A volte si direbbe che le citazioni letterarie siano un modo per sorvolare su punti troppo amari per l'autoimmagine di un popolo.
Non e' un manuale diligente e esauriente, questo libretto per la cui pubblicazione in Italia si deve essere grati all'ottima rivista "Una citta'"; ma e' di piu', e' uno sforzo creativo per "disarmare la storia" grazie alla strategia della fiducia e della negoziazione del conflitto -
lo hanno ripetuto i due docenti universitari animatori del lavoro, l'israeliano Dan Bar-on e il palestinese Sami Adwan.

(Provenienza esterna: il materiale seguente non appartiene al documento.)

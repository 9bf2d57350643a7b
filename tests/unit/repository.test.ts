import { execFileSync, spawnSync } from 'node:child_process';
import { existsSync, readdirSync, readFileSync, statSync } from 'node:fs';
import { describe, expect, test } from 'vitest';

/** What stands at the top of the project, and nothing else. */
const TOP = [
  '.ci',
  '.github',
  '.gitignore',
  '.npmrc',
  'DEVELOPERS.md',
  'README.md',
  'biome.json',
  'index.html',
  'package-lock.json',
  'package.json',
  'public',
  'seeds',
  'server',
  'shared',
  'src',
  'tailwind.config.ts',
  'tests',
  'tsconfig.json',
  'vite.config.ts',
];

// Patterns are put together from pieces, so that this file does not find itself.
const pieces = (...parts: string[]): string => parts.join('');
const word = (...parts: string[]): RegExp => new RegExp(`\\b${pieces(...parts)}\\b`, 'i');

/** Words of other trades and of games: the project's own are in its schemas. */
const BANNED: RegExp[] = [
  word('flash', 'cards?'),
  word('de', 'cks?'),
  word('lee', 'ch(es)?'),
  word('str', 'eaks?'),
  word('x', 'p'),
  word('leader', 'boards?'),
  word('pod', 'iums?'),
  word('hea', 'rts'),
  word('ge', 'ms'),
  word('level', '[ -]?(led|s)? ?up'),
  word('bur', '(y|ied)'),
  word('aga', 'in\\W+hard\\W+good\\W+easy'),
  word('trans', 'cripts?'),
  word('record', 'ings?'),
  word('lorem', ' ipsum'),
  new RegExp(`\\b(${pieces('TO', 'DO')}|${pieces('FIX', 'ME')}|${pieces('HA', 'CK')})\\b`),
  new RegExp(`\\.(${pieces('on', 'ly')}|${pieces('sk', 'ip')})\\(`),
  new RegExp(pieces('biome', '-ignore|@ts-', '(ignore|expect-error|nocheck)')),
];

/** Products for the same purpose: none is named here. */
const PRODUCTS = [
  ['An', 'ki'],
  ['Quiz', 'let'],
  ['Ka', 'hoot'],
  ['Mem', 'rise'],
  ['Duo', 'lingo'],
  ['Brain', 'scape'],
];

const SECRETS: RegExp[] = [
  new RegExp(pieces('-----BEGIN [A-Z ]*PRIVATE', ' KEY')),
  /\bAKIA[0-9A-Z]{16}\b/,
  /\b(gh[pousr]|github_pat|glpat|xox[abp])[_-][A-Za-z0-9_-]{20,}/,
  /\bnpm_[A-Za-z0-9]{36}\b/,
  new RegExp(pieces('_auth', 'Token|_pass', 'word\\s*=')),
];

const IGNORED = new Set(['.git', '.plait', 'dist', 'node_modules']);

/** What git knows of; where the project came without git, what lies below it but for what a run makes. */
function projectFiles(): string[] {
  if (existsSync('.git') && spawnSync('git', ['--version']).status === 0) {
    const list = ['ls-files', '-z', '--cached', '--others', '--exclude-standard'];
    return execFileSync('git', list, { encoding: 'utf8' }).split('\0');
  }
  return readdirSync('.').flatMap((entry) => {
    if (IGNORED.has(entry) || entry.endsWith('.log')) return [];
    return statSync(entry).isDirectory()
      ? readdirSync(entry, { recursive: true, encoding: 'utf8' }).map((file) => `${entry}/${file}`)
      : [entry];
  });
}

const files = projectFiles().filter((file) => file !== '' && existsSync(file) && statSync(file).isFile());
const isText = (file: string) => !/\.(png|jpe?g|webp|ico|woff2?|gz)$/.test(file);
const texts = files.filter(isText).map((file) => ({ file, text: readFileSync(file, 'utf8') }));

/** Where a pattern is met, as `file:line`, in the files that `where` names. */
const hits = (pattern: RegExp, where: RegExp): string[] =>
  texts
    .filter(({ file, text }) => where.test(file) && pattern.test(text))
    .flatMap(({ file, text }) =>
      text.split('\n').flatMap((line, index) => (pattern.test(line) ? [`${file}:${index + 1} ${line.trim()}`] : [])),
    );

const OURS = /^(src|server|shared|tests|seeds|public|\.ci)\/|^[^/]+$/;
// Data and notes of other people's, quoted with their sources.
const OWN_WORDS = /^(src|server|shared|seeds|tests\/(?!reference\/))/;

test('the top of the project holds what was agreed', () => {
  expect([...new Set(files.map((file) => file.split('/')[0]))].filter((name) => !TOP.includes(name ?? ''))).toEqual([]);
});

test('no file says where it was made', () => {
  const machine = new RegExp(pieces('(?<![\\w.~-])', '/(ho', 'me|ro', 'ot|Us', 'ers|wo', 'rk|mnt|media)/\\w'));
  expect(hits(machine, OURS)).toEqual([]);
  expect(hits(/[A-Z]:\\\\?Users\\/, OURS)).toEqual([]);
});

test('packages come from whatever registry npm is set to', () => {
  const lockfile = readFileSync('package-lock.json', 'utf8');
  expect(lockfile).not.toContain(pieces('"resol', 'ved"'));
  expect(lockfile).not.toMatch(/https?:\/\/[^"]*\.tgz/);
  expect(hits(new RegExp(pieces('//regis', 'try\\.')), OURS)).toEqual([]);
  expect(readFileSync('.npmrc', 'utf8')).not.toMatch(/registry\s*=/);
  const { dependencies, devDependencies } = JSON.parse(readFileSync('package.json', 'utf8'));
  const loose = Object.entries({ ...dependencies, ...devDependencies }).filter(
    ([, version]) => !/^\d+\.\d+\.\d+/.test(String(version)),
  );
  expect(loose).toEqual([]);
});

test('no secret is kept in it', () => {
  expect(SECRETS.flatMap((pattern) => hits(pattern, OURS))).toEqual([]);
  expect(files.filter((file) => /(^|\/)(\.env|.*\.(pem|key|p12))$/.test(file))).toEqual([]);
});

describe('the words of the house', () => {
  test.each(BANNED)('%s is not one', (pattern) => {
    expect(hits(pattern, OWN_WORDS)).toEqual([]);
  });

  test('no other product for the purpose is named', () => {
    expect(PRODUCTS.flatMap((parts) => hits(word(...parts), OWN_WORDS))).toEqual([]);
  });
});
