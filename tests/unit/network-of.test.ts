import { expect, test } from 'vitest';
import { networkOf } from '#server/http/network-of.ts';

test.each([
  ['198.51.100.7', '198.51.100.7'],
  ['::ffff:198.51.100.7', '198.51.100.7'],
  ['2001:db8:0:7:1:2:3:4', '2001:db8:0:7::/64'],
  ['2001:db8::7:0:0:0:4', '2001:db8:0:7::/64'],
  ['2001:0DB8:0000:0007::9', '2001:db8:0:7::/64'],
  ['fe80::1%eth0', 'fe80:0:0:0::/64'],
  ['::1', '0:0:0:0::/64'],
  ['', ''],
])('%s counts as %s', (address, network) => {
  expect(networkOf(address)).toBe(network);
});
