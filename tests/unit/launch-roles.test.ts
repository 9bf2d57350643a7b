import { expect, test } from 'vitest';
import { ROLE_NAMES, rolesSql } from '#server/launch/roles.mjs';

test('the SQL makes exactly the roles that are missing', () => {
  const sql = rolesSql({ missing: ['plait_app'] });
  expect(sql).toMatch(/^CREATE ROLE plait_app LOGIN NOSUPERUSER .*NOBYPASSRLS PASSWORD '.*';$/);
});

test('only the backup role passes row-level security by, and it reads everything', () => {
  const sql = rolesSql({ missing: [...ROLE_NAMES] });
  expect(sql.match(/ BYPASSRLS/g)).toHaveLength(1);
  expect(sql).toMatch(/plait_backup .* BYPASSRLS/);
  expect(sql).toContain('GRANT pg_read_all_data TO plait_backup;');
});

test('a missing database is made for its owner, whatever its name', () => {
  const sql = rolesSql({ missing: [], database: 'odd "name"' });
  expect(sql).toContain('CREATE DATABASE "odd ""name""";');
  expect(sql).toContain('OWNER TO plait_owner;');
});
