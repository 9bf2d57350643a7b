import { readFileSync } from 'node:fs';
import { expect, test } from 'vitest';
import { FIRST_UNTRIED_MAJOR, OLDEST_NODE, refuseNode } from '#server/launch/node-version.mjs';

test.each(['14.21.3', '18.20.0', '20.18.1'])('Node %s is too old, and the message says which to install', (version) => {
  expect(refuseNode(version)).toMatch(/needs Node 20\.19 or newer .*: install Node 20 or 22 .*\.$/);
});

test.each(['20.19.0', '20.20.2', '21.0.0', '22.1.0'])('Node %s will do', (version) => {
  expect(refuseNode(version)).toBeUndefined();
});

test('a Node nobody tried is refused with a reason', () => {
  expect(refuseNode('23.0.0')).toContain('has not been tried');
});

test('package.json asks for the same versions', () => {
  const { engines } = JSON.parse(readFileSync('package.json', 'utf8'));
  expect(engines.node).toBe(`>=${OLDEST_NODE.replace(/\.0$/, '')} <${FIRST_UNTRIED_MAJOR}`);
});
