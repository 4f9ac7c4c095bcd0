import { endpoint } from '$lib/server/http/endpoint';
import { fitOperations } from '$lib/server/http/operations/fits';
import { logger } from '$lib/server/logger';
import { getFit } from '$lib/server/services/fits';

/** A fit that waits for its work begins when somebody asks. */
export const GET = endpoint(fitOperations.get, ({ person, params: { fitId } }) =>
	getFit(person, fitId, (error) => logger.error({ fitId, err: error }, 'fit failed'))
);
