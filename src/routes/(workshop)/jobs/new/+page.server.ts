import { newJobSchema, repeatJobSchema } from '$lib/schemas/jobs';
import { vehicleQuerySchema } from '$lib/schemas/vehicles';
import { loadForm, saveForm } from '$lib/server/http/forms';
import { guard, orPageError } from '$lib/server/http/guard';
import { createJob, repeatJob } from '$lib/server/services/jobs';
import { findVehicles } from '$lib/server/services/vehicles';
import type { Actions, PageServerLoad } from './$types';

export const load: PageServerLoad = async (event) => {
	const person = guard(event, 'jobs.write');
	const asked = vehicleQuerySchema.safeParse({ search: event.url.searchParams.get('vehicle') ?? '' });
	const search = asked.data?.search ?? '';
	const [form, found] = await Promise.all([
		loadForm(newJobSchema, { towMassKg: 0, towDragAreaM2: 0, engineLayout: 'unknown' }),
		search ? orPageError(findVehicles(person, search)) : []
	]);
	return { form, search, found };
};

export const actions: Actions = {
	create: (event) =>
		saveForm(event, {
			action: 'jobs.write',
			schema: newJobSchema,
			save: async (person, data) => `/jobs/${(await createJob(person, data)).id}`
		}),
	repeat: (event) =>
		saveForm(event, {
			action: 'jobs.write',
			schema: repeatJobSchema,
			save: async (person, data) => `/jobs/${(await repeatJob(person, data)).id}`
		})
};
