import { endpoint } from '$lib/server/http/endpoint';
import { jobOperations } from '$lib/server/http/operations/jobs';
import { setJobClimate } from '$lib/server/services/jobs';

export const PUT = endpoint(jobOperations.setClimate, ({ person, params, body }) =>
	setJobClimate(person, params.jobId, body)
);
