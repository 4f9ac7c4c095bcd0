import { redirect } from '@sveltejs/kit';
import { firstOpenStep } from '$lib/schemas/survey-step';
import { guard } from '$lib/server/http/guard';
import { openMount } from '../open-mount';
import type { PageServerLoad } from './$types';

/** Goes on where the survey was left. */
export const load: PageServerLoad = async (event) => {
	const person = guard(event, 'mounts.write');
	const mount = await openMount(person, event.params);
	redirect(303, `/mounts/${mount.id}/survey/${firstOpenStep(mount.survey)}`);
};
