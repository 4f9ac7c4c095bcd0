import { endpoint } from '$lib/server/http/endpoint';
import { fileOperations } from '$lib/server/http/operations/files';
import { changeFile, getFile, removeFile } from '$lib/server/services/files';

export const GET = endpoint(fileOperations.get, ({ person, params }) => getFile(person, params.fileId));

export const PATCH = endpoint(fileOperations.change, ({ person, params, body }) =>
	changeFile(person, params.fileId, body)
);

export const DELETE = endpoint(fileOperations.remove, ({ person, params }) =>
	removeFile(person, params.fileId)
);
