/** Every route and what it takes; a route that is not here, or takes something else, fails a test. */
export const ROUTE_RULES: readonly RouteRule[] = [
	{ ...page('/', 'anyone'), leadsOn: true },
	page('/healthz', 'anyone'),
	page('/readyz', 'anyone'),
	page('/sign-in', 'anyone', 'password', 'link'),
	page('/sign-in/link/[token]', 'anyone', 'default'),
	page('/sign-in/second-step', 'anyone', 'default'),
	page('/sign-in/invitation/[token]', 'anyone', 'default'),
	{ ...page('/sign-out', 'anyone', 'default'), leadsOn: true },
	page('/sheet/[token]', 'anyone', 'acknowledge', 'ask', 'send'),

	page('/reminders/[stop]', 'anyone', 'default'),

	page('/jobs', 'workshop'),
	page('/jobs/new', 'workshop', 'create', 'repeat'),
	owned('/jobs/[jobId]', 'workshop', 'assess', 'answer', 'again', 'arrived'),
	owned('/jobs/[jobId]/customer', 'workshop', 'default'),
	owned('/jobs/[jobId]/vehicle', 'workshop', 'default'),
	owned('/jobs/[jobId]/battery', 'workshop', 'default'),
	owned('/jobs/[jobId]/climate', 'workshop', 'default'),
	owned('/jobs/[jobId]/day', 'workshop', 'default'),
	owned('/jobs/[jobId]/mounts/new', 'workshop', 'default'),
	owned('/jobs/[jobId]/compare', 'workshop', 'default'),
	owned('/jobs/[jobId]/recommendation', 'workshop', 'default'),
	owned('/jobs/[jobId]/sheets', 'workshop', 'send', 'withdraw', 'retry'),
	{ ...owned('/mounts/[mountId]', 'workshop', 'remove', 'restore'), leadsOn: true },
	{ ...owned('/mounts/[mountId]/survey', 'workshop'), leadsOn: true },
	owned('/mounts/[mountId]/survey/[step]', 'workshop', 'default'),
	owned('/mounts/[mountId]/survey/check', 'workshop', 'default'),
	owned('/mounts/[mountId]/cable', 'workshop', 'save', 'takeBack'),
	owned('/mounts/[mountId]/pre-drill', 'workshop', 'save', 'sign'),
	owned('/mounts/[mountId]/fitted', 'workshop', 'save', 'hold', 'done'),
	owned('/mounts/[mountId]/photos', 'workshop', 'add', 'caption', 'picture', 'remove', 'restore'),
	owned('/mounts/[mountId]/follow-ups.ics', 'workshop'),
	owned('/mounts/[mountId]/field', 'workshop'),
	owned('/mounts/[mountId]/field/new/[kind]', 'workshop', 'default'),
	owned('/mounts/[mountId]/field/[noteId]/strike', 'workshop', 'default'),
	owned('/assessments/[assessmentId]', 'workshop', 'again', 'others', 'reproduce'),
	owned('/assessments/[assessmentId]/outlook-progress', 'workshop'),
	owned('/recommendations/[recommendationId]/print', 'workshop'),
	owned('/recommendations/[recommendationId]/recommendation.pdf', 'workshop'),
	owned('/mounts/[mountId]/[paper=paper]/print', 'workshop'),
	owned('/mounts/[mountId]/[paper=paper].pdf', 'workshop'),
	page('/batteries', 'workshop'),
	page('/batteries/new', 'workshop', 'default'),
	owned('/batteries/[batteryId]', 'workshop', 'default'),
	{ ...page('/remedies', 'workshop', 'default'), only: { default: 'bench' } },
	page('/places', 'workshop'),
	page('/places/new', 'workshop', 'default'),
	owned('/places/[placeId]', 'workshop', 'default'),
	owned('/places/[placeId]/weather', 'workshop', 'read', 'take', 'putBack'),
	page('/books', 'bench'),
	page('/books/new', 'bench', 'default'),
	owned('/books/[bookId]', 'bench', 'move'),
	owned('/books/[bookId]/[coefficient=coefficient]', 'bench', 'default'),
	owned('/books/[bookId]/against/[otherId]', 'bench'),
	page('/accuracy', 'bench'),
	page('/accuracy/progress', 'bench'),
	page('/accuracy/readings.csv', 'bench'),
	page('/reruns', 'bench'),
	owned('/reruns/[rerunId]', 'bench', 'move'),
	owned('/reruns/[rerunId]/progress', 'bench'),
	owned('/reruns/[rerunId]/[itemId]', 'bench', 'letter', 'otherwise'),
	page('/fits', 'bench'),
	page('/fits/new', 'bench', 'default'),
	owned('/fits/[fitId]', 'bench', 'cancel', 'draft'),
	owned('/fits/[fitId]/progress', 'bench'),
	page('/traces', 'bench'),
	owned('/traces/[traceId]', 'bench', 'read', 'legs', 'plan', 'remove'),
	owned('/traces/[traceId]/progress', 'bench'),
	owned('/traces/[traceId]/held-progress', 'bench'),
	owned('/mounts/[mountId]/traces', 'bench', 'add', 'restore'),
	page('/people', 'manager', 'invite', 'again', 'withdraw'),
	owned('/people/[personId]', 'manager', 'role', 'resetFactor', 'leave', 'comeBack'),
	{ ...page('/second-factor', 'workshop', 'begin', 'confirm', 'renew', 'off'), leadsOn: true },
	{ ...page('/shop', 'manager', 'details', 'logo', 'removeLogo', 'secondFactor'), leadsOn: true },
	{ ...page('/audit', 'manager', 'check'), leadsOn: true },
	page('/audit/audit.csv', 'manager'),
	page('/shop/cautions', 'manager', 'default'),
	page('/shop/retention', 'manager', 'default'),
	page('/shop/letters', 'manager', 'again', 'arrived'),
	page('/review', 'manager'),
	page('/review/installations', 'manager'),
	page('/review/installations.csv', 'manager'),
	page('/review/map', 'manager'),
	page('/review/months', 'manager'),
	page('/review/zones', 'manager'),
	page('/review/zones/new', 'manager', 'default'),
	owned('/review/zones/[zoneId]', 'manager', 'save', 'remove'),
	page('/mailbox', 'workshop'),
	owned('/mailbox/[messageId]', 'workshop'),

	page('/erasures', 'manager', 'default'),

	page('/my', 'customer'),
	{ ...page('/my/data', 'customer', 'ask', 'withdraw'), nothingFor: 'withdraw' },
	page('/my/data.zip', 'customer'),
	owned('/my/[sheetId]', 'customer', 'acknowledge', 'ask', 'send'),
	owned('/my/handover/[mountId].pdf', 'customer'),
	owned('/my/recommendation/[recommendationId].pdf', 'customer'),

	api('/openapi.json', 'anyone', 'GET'),
	api('/places', 'workshop', 'GET', 'POST'),
	ownedApi('/places/[placeId]', 'workshop', { GET: null, PUT: PLACE }),
	ownedApi('/places/[placeId]/weather', 'workshop', { POST: null }),
	ownedApi('/places/[placeId]/weather/put-back', 'workshop', { POST: { version: 0 } }),
	api('/batteries', 'workshop', 'GET', 'POST'),
	ownedApi('/batteries/[batteryId]', 'workshop', { GET: null, PUT: BATTERY }),
	ownedApi('/customers/[customerId]', 'workshop', { GET: null, PUT: { name: 'Nobody', version: 0 } }),
	api('/vehicles', 'workshop', 'GET'),
	ownedApi('/vehicles/[vehicleId]', 'workshop', { GET: null, PUT: VEHICLE }),
	{ ...ownedApi('/vehicles/[vehicleId]/jobs', 'workshop', { POST: { note: '' } }) },
	api('/jobs', 'workshop', 'GET', 'POST'),
	ownedApi('/jobs/[jobId]', 'workshop', { GET: null }),
	ownedApi('/jobs/[jobId]/battery', 'workshop', { PUT: { batteryRecordId: 1, version: 0 } }),
	ownedApi('/jobs/[jobId]/climate', 'workshop', { PUT: CLIMATE }),
	ownedApi('/jobs/[jobId]/day-plan', 'workshop', { GET: null, PUT: DAY }),
	ownedApi('/jobs/[jobId]/mounts', 'workshop', { GET: null, POST: { name: 'None', positionKind: 'cabin' } }),
	ownedApi('/jobs/[jobId]/assessments', 'workshop', { GET: null, POST: null }),
	ownedApi('/jobs/[jobId]/sheets', 'workshop', {
		GET: null,
		POST: { recommendationId: 1, sendTo: 'nobody@shop.example' }
	}),
	ownedApi('/mounts/[mountId]', 'workshop', { GET: null, DELETE: null }),
	ownedApi('/mounts/[mountId]/restore', 'workshop', { POST: null }),
	ownedApi('/mounts/[mountId]/survey', 'workshop', { PUT: SURVEY }),
	ownedApi('/mounts/[mountId]/cable', 'workshop', { PUT: { cable: null, version: 0 } }),
	ownedApi('/mounts/[mountId]/pre-drill', 'workshop', { GET: null, PUT: { answers: {}, version: 0 } }),
	ownedApi('/mounts/[mountId]/fitting', 'workshop', { GET: null, PUT: FITTING }),
	ownedApi('/mounts/[mountId]/fitting/agreement', 'workshop', { PUT: { recommendationId: 1, version: 0 } }),
	ownedApi('/mounts/[mountId]/field-notes', 'workshop', { GET: null, POST: FIELD_NOTE }),
	ownedApi('/mounts/[mountId]/field-notes/[noteId]/strike', 'workshop', { POST: STRIKE }),
	ownedApi('/follow-ups/[followUpId]/done', 'workshop', { POST: { isDone: true, version: 0 } }),
	ownedApi('/mounts/[mountId]/files', 'workshop', { GET: null, POST: null }),
	ownedApi('/files/[fileId]', 'workshop', { GET: null, PATCH: { version: 0 }, DELETE: null }),
	ownedApi('/files/[fileId]/content', 'workshop', { GET: null }),
	ownedApi('/files/[fileId]/restore', 'workshop', { POST: null }),
	ownedApi('/mounts/[mountId]/pre-drill/signature', 'workshop', { PUT: { name: 'Nobody', version: 0 } }),
	{ ...api('/remedies', 'workshop', 'GET', 'PUT'), only: { PUT: 'bench' } },
	api('/assessments', 'workshop', 'POST'),
	ownedApi('/assessments/[assessmentId]/outlook', 'workshop', { GET: null }),
	ownedApi('/assessments/[assessmentId]', 'workshop', { GET: null }),
	ownedApi('/assessments/[assessmentId]/reproduction', 'workshop', { GET: null }),
	api('/recommendations', 'workshop', 'POST'),
	ownedApi('/recommendations/[recommendationId]', 'workshop', { GET: null }),
	ownedApi('/sheets/[sheetId]/withdrawal', 'workshop', { POST: null }),
	ownedApi('/sheets/[sheetId]/letter', 'workshop', { POST: null }),
	ownedApi('/jobs/[jobId]/letters', 'workshop', { GET: null }),
	api('/letters', 'manager', 'GET'),
	ownedApi('/letters/[letterId]/arrivals', 'workshop', { POST: null }),
	ownedApi('/letters/[letterId]/tries', 'workshop', { POST: null }),
	ownedApi('/jobs/[jobId]/questions', 'workshop', { GET: null }),
	ownedApi('/questions/[questionId]/answers', 'workshop', { POST: { answer: 'Nothing' } }),
	ownedApi('/my/sheets/[sheetId]/questions', 'customer', {
		GET: null,
		POST: { askedBy: 'Nobody', question: 'Nothing?' }
	}),
	api('/erasures', 'manager', 'GET'),
	ownedApi('/erasures/[erasureId]/decision', 'manager', {
		POST: { decision: 'refuse', reason: 'None', version: 0 }
	}),
	api('/my/data', 'customer', 'GET'),
	api('/my/erasure', 'customer', 'POST'),
	{ ...api('/my/erasure/withdrawal', 'customer', 'POST'), nothingFor: 'POST' },
	api('/books', 'bench', 'GET', 'POST'),
	ownedApi('/books/[bookId]', 'bench', { GET: null }),
	ownedApi('/books/[bookId]/state', 'bench', { PUT: { to: 'on-trial', version: 0 } }),
	ownedApi('/books/[bookId]/coefficients/[coefficient]', 'bench', {
		PUT: { value: 0.6, origin: 'judgement', source: 'None.', version: 0 }
	}),
	ownedApi('/books/[bookId]/against/[otherId]', 'bench', { GET: null }),
	api('/accuracy', 'bench', 'GET'),
	api('/accuracy/readings', 'bench', 'GET'),
	api('/reruns', 'bench', 'GET'),
	ownedApi('/reruns/[rerunId]', 'bench', { GET: null }),
	ownedApi('/reruns/[rerunId]/state', 'bench', { PUT: { to: 'cancelled' } }),
	ownedApi('/reruns/[rerunId]/changes', 'bench', { GET: null }),
	ownedApi('/reruns/[rerunId]/left', 'bench', { GET: null }),
	ownedApi('/reruns/[rerunId]/changes/[itemId]/telling', 'bench', { POST: { how: 'otherwise' } }),
	api('/fits', 'bench', 'GET', 'POST'),
	ownedApi('/fits/[fitId]', 'bench', { GET: null }),
	ownedApi('/fits/[fitId]/cancellation', 'bench', { POST: null }),
	ownedApi('/fits/[fitId]/book', 'bench', { POST: { name: 'None' } }),
	api('/traces', 'bench', 'GET'),
	ownedApi('/mounts/[mountId]/traces', 'bench', { GET: null, POST: null }),
	ownedApi('/traces/[traceId]', 'bench', { GET: null, DELETE: null }),
	ownedApi('/traces/[traceId]/mapping', 'bench', { PUT: { mapping: MAPPING, version: 0 } }),
	ownedApi('/traces/[traceId]/curve', 'bench', { GET: null }),
	ownedApi('/traces/[traceId]/legs', 'bench', {
		GET: null,
		PUT: { legs: [{ endS: 60, kind: 'stopped' }], version: 0 }
	}),
	ownedApi('/traces/[traceId]/day-plan', 'bench', {
		PUT: { name: 'None', startSoc: 60, chargerMaxA: 40, version: null }
	}),
	ownedApi('/traces/[traceId]/restore', 'bench', { POST: null }),
	api('/simulations', 'workshop', 'POST'),
	api('/people', 'manager', 'GET'),
	ownedApi('/people/[personId]/role', 'manager', { PUT: { role: 'engineer', version: 0 } }),
	ownedApi('/people/[personId]/departure', 'manager', { POST: { version: 0 } }),
	ownedApi('/people/[personId]/return', 'manager', { POST: { version: 0 } }),
	ownedApi('/people/[personId]/second-factor', 'manager', { DELETE: null }),
	api('/invitations', 'manager', 'POST'),
	ownedApi('/invitations/[invitationId]/letter', 'manager', { POST: null }),
	ownedApi('/invitations/[invitationId]/withdrawal', 'manager', { POST: null }),
	api('/shop', 'manager', 'GET', 'PUT'),
	{ ...api('/shop/logo', 'manager', 'POST', 'DELETE'), bodies: { POST: Buffer.from('no picture') } },
	api('/shop/second-factor', 'manager', 'PUT'),
	api('/shop/cautions', 'manager', 'GET', 'PUT'),
	api('/shop/retention', 'manager', 'GET', 'PUT'),
	api('/audit', 'manager', 'GET'),
	api('/audit/check', 'manager', 'POST'),
	api('/review/zones', 'manager', 'GET'),
	api('/review/installations', 'manager', 'GET'),
	api('/review/trends', 'manager', 'GET'),
	api('/review/map', 'manager', 'GET'),
	api('/own-zones', 'manager', 'GET', 'POST'),
	ownedApi('/own-zones/[zoneId]', 'manager', { PUT: OWN_ZONE, DELETE: null })
];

Alcuni effetti sono evidenti, come la concordanza di giudizi negativi sul ruolo degli stati arabi e sulla militarizzazione della prima Intifada, o il riconoscimento da parte palestinese delle persecuzioni antiebraiche, da parte israeliana dei costi dell'espulsione del '48. Ma anche vuoti e incongruenze lasciano intuire molto, dalla strenua opera di mediazione che e' stata necessaria, alla fatica di raccontare il dolore senza far esplodere il senso di colpa dell'altro, di ascoltare il suo dolore senza contrapporgli il proprio.
Durante i colloqui di Ginevra per un piano di pace alternativo, molti dei partecipanti lamentavano la difficolta' di trovare un linguaggio per comunicare fra loro, e per trasmettere i risultati ai due popoli. Frutto di un lavoro che a qualcuno puo' sembrare da formica, La storia dell'altro ci ha provato.